Und damit kommt der Begriff des Glamours ins Spiel, den der ausgesuchte Luxus beglaubigt, den sich „Der Meister von Flémalle und Rogier van der Weyden“ gar nicht genug tun können, ihn ins Bild zu bringen: edles Holz, kostbares Glas und aufwändiges Mobiliar, dazu teure Woll-, Brokat- und Seidenstoffe. Ja, selbst die Tränchen, die wie Diamanten glänzen, wirken wie eine luxuriöse Extravaganz - und doch weinen die Heilige Agathe oder der Hl. Nikodemus bitterlich. Und ihre Augen, denen die Tränen entquillen sind so sehr ein Spiegel des Interieurs wie ihrer Seele.
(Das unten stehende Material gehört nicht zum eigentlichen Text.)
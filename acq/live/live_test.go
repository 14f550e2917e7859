package live

import (
	"sync"
	"testing"
)

func TestHubDeliversInOrder(t *testing.T) {
	h := NewHub(16)
	a, cancelA := h.Subscribe()
	b, cancelB := h.Subscribe()
	defer cancelB()
	for i := 1; i <= 5; i++ {
		h.Publish(Event{Kind: KindProgress, Step: i})
	}
	for _, ch := range []<-chan Event{a, b} {
		for i := 1; i <= 5; i++ {
			if ev := <-ch; ev.Step != i {
				t.Fatalf("event %d has step %d", i, ev.Step)
			}
		}
	}
	cancelA()
	cancelA() // twice is allowed
	if _, ok := <-a; ok {
		t.Error("channel open after cancel")
	}
	if n := h.Subscribers(); n != 1 {
		t.Errorf("%d subscribers after one cancel, want 1", n)
	}
}

func TestHubSlowSubscriberDrops(t *testing.T) {
	tests := []struct {
		buf, sent, wantKept int
	}{
		{buf: 4, sent: 10, wantKept: 4},
		{buf: 10, sent: 10, wantKept: 10},
		{buf: 1, sent: 3, wantKept: 1},
	}
	for _, tc := range tests {
		h := NewHub(tc.buf)
		ch, cancel := h.Subscribe()
		for i := 0; i < tc.sent; i++ {
			h.Publish(Event{Step: i}) // must return although nobody reads
		}
		cancel()
		kept := 0
		for range ch {
			kept++
		}
		if kept != tc.wantKept {
			t.Errorf("buf %d: kept %d, want %d", tc.buf, kept, tc.wantKept)
		}
		if d := h.Dropped(); d != uint64(tc.sent-tc.wantKept) {
			t.Errorf("buf %d: dropped %d, want %d", tc.buf, d, tc.sent-tc.wantKept)
		}
	}
}

func TestHubConcurrent(t *testing.T) {
	// Run with -race: publishers, subscribers and cancels interleave.
	h := NewHub(8)
	var wg sync.WaitGroup
	for p := 0; p < 4; p++ {
		wg.Add(1)
		go func() {
			defer wg.Done()
			for i := 0; i < 500; i++ {
				h.Publish(Event{Step: i})
			}
		}()
	}
	for s := 0; s < 4; s++ {
		wg.Add(1)
		go func() {
			defer wg.Done()
			for k := 0; k < 20; k++ {
				ch, cancel := h.Subscribe()
				<-ch
				cancel()
			}
		}()
	}
	stop := make(chan struct{})
	fed := make(chan struct{})
	go func() { // keep events flowing so every subscriber's first receive returns
		defer close(fed)
		for {
			select {
			case <-stop:
				return
			default:
				h.Publish(Event{})
			}
		}
	}()
	wg.Wait()
	close(stop)
	<-fed
	if n := h.Subscribers(); n != 0 {
		t.Errorf("%d subscribers left", n)
	}
}

func BenchmarkPublishFourSubscribers(b *testing.B) {
	h := NewHub(1024)
	for i := 0; i < 4; i++ {
		ch, cancel := h.Subscribe()
		defer cancel()
		go func() {
			for range ch {
			}
		}()
	}
	ev := Event{Kind: KindSample, H: 1, B: 1}
	for b.Loop() {
		h.Publish(ev)
	}
}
Die offenkundige Freude an der Kunst, daran, das Leben in all der plötzlich verfügbaren malerischen Eleganz zu packen, führt über die selbstgenügsame, bloße Beschwörung von Reichtum und Schönheit weit hinaus und resultiert in einer besonderen, weltlichen Frömmigkeit die der Figur Christi und den Geschichten des Neuen Testaments ganz unversehens eine ungeheuer neue Lebendigkeit und Attraktivität geben.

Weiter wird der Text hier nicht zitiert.